I don’t know who or what has broken your heart that made you click on this post, but whatever your season in life is currently; it’s just a season. At the time of this post it is Fall; and to me, this season represents change. Maybe you just got bad news from a doctor. Maybe your boyfriend or husband left you. Maybe you have a child who won’t stop acting out. Whatever your season, even in the cold, despairing winter, these heartbreak hacks are meant to make this season feel a little more tolerable. Grab a cup of pumpkin spice anything, and let’s get started.
Keep a journal. I know it’s hard, especially when you struggle with depression to find the motivation to even write things down. If you don’t have a journal yet, invest in one you love to look at to motivate you. Customize one on Etsy if you really want to invest in yourself and make it feel important so you’ll do it. Also, relinquish the pressure to feel as though you need to do this daily or even weekly. You don’t have to do this every night. I find myself doing it only on the nights where I feel the most confused or grieved in life. Also give up the fancy stuff. Be original. Draw your thoughts, write a song, a poem, or start a book. No one besides you is going to see it. Do something, even if it’s one sentence. Most of my journals are letters, for example.
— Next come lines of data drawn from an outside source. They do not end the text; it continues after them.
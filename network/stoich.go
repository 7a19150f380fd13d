package network

import (
	"fmt"
	"math/big"
	"strings"

	"gonum.org/v1/gonum/mat"
)

// Stoichiometry returns the net stoichiometry matrix of m: n[i][j] is the
// net coefficient of species i in reaction j (products minus reactants; a
// reversible reaction is one column). Reactions whose equation does not
// parse get a zero column. The matrix is nil when the model has no species
// or no reactions.
func (m *Model) Stoichiometry() (species []string, reactions []string, n *mat.Dense) {
	net, _ := Check(m)
	return net.Stoichiometry()
}

// Stoichiometry returns the net stoichiometry matrix of the checked
// network, as Model.Stoichiometry describes.
func (net *Net) Stoichiometry() (species []string, reactions []string, n *mat.Dense) {
	m := net.Model
	ix := map[string]int{}
	for i, s := range m.Species {
		species = append(species, s.Name)
		if _, dup := ix[s.Name]; !dup {
			ix[s.Name] = i
		}
	}
	for _, r := range m.Reactions {
		reactions = append(reactions, r.Name)
	}
	if len(species) == 0 || len(reactions) == 0 {
		return species, reactions, nil
	}
	n = mat.NewDense(len(species), len(reactions), nil)
	for _, cr := range net.Reactions {
		j, eq := cr.Index, cr.Equation
		if !cr.EqOK {
			continue
		}
		for _, t := range eq.Reactants {
			if i, ok := ix[t.Species]; ok {
				n.Set(i, j, n.At(i, j)-t.Coef)
			}
		}
		for _, t := range eq.Products {
			if i, ok := ix[t.Species]; ok {
				n.Set(i, j, n.At(i, j)+t.Coef)
			}
		}
	}
	return species, reactions, n
}

// ConservationLaw is a weighted sum of species amounts that no reaction
// changes.
type ConservationLaw struct {
	// Terms are the species of the law with their integer weights, in
	// model order; fixed species and species outside the law are left
	// out.
	Terms []LawTerm
	// Text is the law in words, e.g. "E + ES = constant" or
	// "2 A + B = constant".
	Text string
}

// LawTerm is one species of a conservation law and its weight.
type LawTerm struct {
	Species int // index in Model.Species
	Weight  int // nonzero
}

// ConservationLaws returns an integer basis of the conserved totals of m:
// the vectors w with w·N = 0, N the stoichiometry over the species that are
// not fixed. The totals are in amounts (concentration × volume of each
// species' compartment): Σ w_i·V_i·[i] stays constant. Their number is the
// number of non-fixed species minus the rank of N. The basis is the one
// read from the reduced row echelon form of Nᵀ with the species in model
// order, then changed with few negative weights where simple combinations
// allow. Coefficients are taken as the decimals they are written as (0.1
// is 1/10). A law whose integer weights do not fit in an int (coefficients
// spanning more than about 18 orders of magnitude) is left out rather than
// listed wrongly.
//
// The work grows with the number of nonzero stoichiometric coefficients,
// not with the square of the number of species (see laws.go).
func (m *Model) ConservationLaws() []ConservationLaw {
	net, _ := Check(m)
	return net.ConservationLaws()
}

// integerVector scales w to coprime integers with a positive first nonzero
// entry.
func integerVector(w []*big.Rat) []*big.Int {
	l := big.NewInt(1)
	for _, x := range w {
		d := x.Denom()
		g := new(big.Int).GCD(nil, nil, l, d)
		l.Mul(l, new(big.Int).Quo(d, g))
	}
	out := make([]*big.Int, len(w))
	g := new(big.Int)
	for k, x := range w {
		v := new(big.Int).Mul(x.Num(), new(big.Int).Quo(l, x.Denom()))
		out[k] = v
		g.GCD(nil, nil, g, new(big.Int).Abs(v))
	}
	if g.Sign() != 0 && g.Cmp(big.NewInt(1)) != 0 {
		for _, v := range out {
			v.Quo(v, g)
		}
	}
	for _, v := range out {
		if v.Sign() != 0 {
			if v.Sign() < 0 {
				for _, u := range out {
					u.Neg(u)
				}
			}
			break
		}
	}
	return out
}

func negatives(v []*big.Int) int {
	c := 0
	for _, x := range v {
		if x.Sign() < 0 {
			c++
		}
	}
	return c
}

// improveSigns adds small multiples of the other basis vectors to each
// vector, and flips signs, while that reduces its number of negative
// entries. The span is unchanged (unimodular steps). Vectors are taken in
// order, and for each the others in order, the first multiple of 1, −1,
// 2, −2, 3, −3 that helps being kept. The nonzero places and the number of
// negative entries of each vector are kept beside it, so that a pair
// without a species in common (whose sum never has fewer negatives) costs
// a merge of two short lists, not a pass over the cluster.
func improveSigns(basis [][]*big.Int) {
	lv := newLawVecs(basis)
	for a, v := range basis {
		if lv.neg[a] > len(lv.supp[a])-lv.neg[a] {
			for _, x := range v {
				x.Neg(x)
			}
			lv.update(a)
		}
	}
	mults := []*big.Int{big.NewInt(1), big.NewInt(-1), big.NewInt(2), big.NewInt(-2), big.NewInt(3), big.NewInt(-3)}
	tmp := new(big.Int)
	for changed, rounds := true, 0; changed && rounds < 10; rounds++ {
		changed = false
		for a := range basis {
			if lv.neg[a] == 0 {
				continue
			}
			for b := range basis {
				if a == b || !overlapping(lv.supp[a], lv.supp[b]) {
					continue // the sum has the negatives of both, or more
				}
				va, vb := basis[a], basis[b]
				for _, mult := range mults {
					// Count the signs of a + mult·b before building it:
					// on a's places, then on b's places outside a's.
					neg, pos := 0, 0
					count := func(sg int) {
						switch {
						case sg < 0:
							neg++
						case sg > 0:
							pos++
						}
					}
					for _, k := range lv.supp[a] {
						sg := va[k].Sign()
						if vb[k].Sign() != 0 {
							tmp.Mul(mult, vb[k])
							sg = tmp.Add(tmp, va[k]).Sign()
						}
						count(sg)
					}
					for _, k := range lv.supp[b] {
						if va[k].Sign() == 0 {
							count(vb[k].Sign() * mult.Sign())
						}
					}
					if neg == 0 && pos == 0 {
						continue
					}
					if min(neg, pos) >= lv.neg[a] { // a flip keeps the fewer
						continue
					}
					cand := make([]*big.Int, len(va))
					for k := range cand {
						cand[k] = new(big.Int).Add(va[k], new(big.Int).Mul(mult, vb[k]))
					}
					if neg > pos {
						for _, x := range cand {
							x.Neg(x)
						}
					}
					basis[a] = cand
					lv.update(a)
					changed = true
					break
				}
			}
		}
	}
}

// lawVecs keeps, for each vector of a basis, its nonzero places in
// increasing order and its number of negative entries.
type lawVecs struct {
	basis [][]*big.Int
	supp  [][]int
	neg   []int
}

func newLawVecs(basis [][]*big.Int) *lawVecs {
	lv := &lawVecs{basis: basis, supp: make([][]int, len(basis)), neg: make([]int, len(basis))}
	for a := range basis {
		lv.update(a)
	}
	return lv
}

// update reads vector a again.
func (lv *lawVecs) update(a int) {
	lv.supp[a], lv.neg[a] = lv.supp[a][:0], 0
	for k, x := range lv.basis[a] {
		if sg := x.Sign(); sg != 0 {
			lv.supp[a] = append(lv.supp[a], k)
			if sg < 0 {
				lv.neg[a]++
			}
		}
	}
}

// overlapping reports whether two increasing lists share an element.
func overlapping(a, b []int) bool {
	for i, j := 0, 0; i < len(a) && j < len(b); {
		switch {
		case a[i] == b[j]:
			return true
		case a[i] < b[j]:
			i++
		default:
			j++
		}
	}
	return false
}

// subset reports whether the increasing list b is contained in a.
func subset(b, a []int) bool {
	i := 0
	for _, x := range b {
		for i < len(a) && a[i] < x {
			i++
		}
		if i == len(a) || a[i] != x {
			return false
		}
	}
	return true
}

// shrink subtracts one basis vector from another wherever the result stays
// non-negative, so that laws such as "E + ES" do not carry others along.
// Vectors are taken in order, and for each the others in order. b fits
// under a only where b's nonzero places are among a's, which is checked
// first on the lists of places.
func shrink(basis [][]*big.Int) {
	lv := newLawVecs(basis)
	for changed, rounds := true, 0; changed && rounds < 100; rounds++ {
		changed = false
		for a := range basis {
			if lv.neg[a] > 0 {
				continue
			}
			for b := range basis {
				if a == b || lv.neg[b] > 0 || !subset(lv.supp[b], lv.supp[a]) {
					continue
				}
				ok, same := true, len(lv.supp[a]) == len(lv.supp[b])
				for _, k := range lv.supp[a] {
					c := basis[a][k].Cmp(basis[b][k])
					if c < 0 {
						ok = false
						break
					}
					same = same && c == 0
				}
				if !ok || same {
					continue
				}
				for _, k := range lv.supp[b] {
					basis[a][k] = new(big.Int).Sub(basis[a][k], basis[b][k])
				}
				lv.update(a)
				changed = true
			}
		}
	}
}

func zeros(v []*big.Int) int {
	c := 0
	for _, x := range v {
		if x.Sign() == 0 {
			c++
		}
	}
	return c
}

// lawText writes the law with terms ts in words.
func lawText(m *Model, ts []LawTerm) string {
	var b strings.Builder
	mixed := false
	for _, t := range ts {
		mixed = mixed || m.Species[t.Species].Compartment != m.Species[ts[0].Species].Compartment
		x := t.Weight
		a := x
		switch {
		case b.Len() == 0 && x < 0:
			b.WriteString("-")
			a = -x
		case b.Len() > 0 && x < 0:
			b.WriteString(" - ")
			a = -x
		case b.Len() > 0:
			b.WriteString(" + ")
		}
		if a != 1 {
			fmt.Fprintf(&b, "%d ", a)
		}
		b.WriteString(m.Species[t.Species].Name)
	}
	b.WriteString(" = constant")
	if mixed {
		b.WriteString(" (in amounts: concentration × volume)")
	}
	return b.String()
}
Instead of going straight to your depressing playlist, listen to some great soul-searching worship. My current favorites are Peace Be Still – The Belonging Co., To Be Honest – Highpoint Worship, & The Anchor – Life Church Music. I’m curious about your favorites too! Leave them in the comments. This is my favorite option when I know I feel myself getting angry at God. Songs like the ones I listed give me hope and restore my faith in God and His promises. They make for great on-the-way-to-work jams too!
Color. If you need something to pass your time and keep you busy while you’re listening to your new music, grab a coloring book. If you don’t have one there are free coloring pages online you can print out! I’ve read stuff about coloring relieving stress. I’m gonna assume it’s true since it works for me. Forgive my ignorance on this one.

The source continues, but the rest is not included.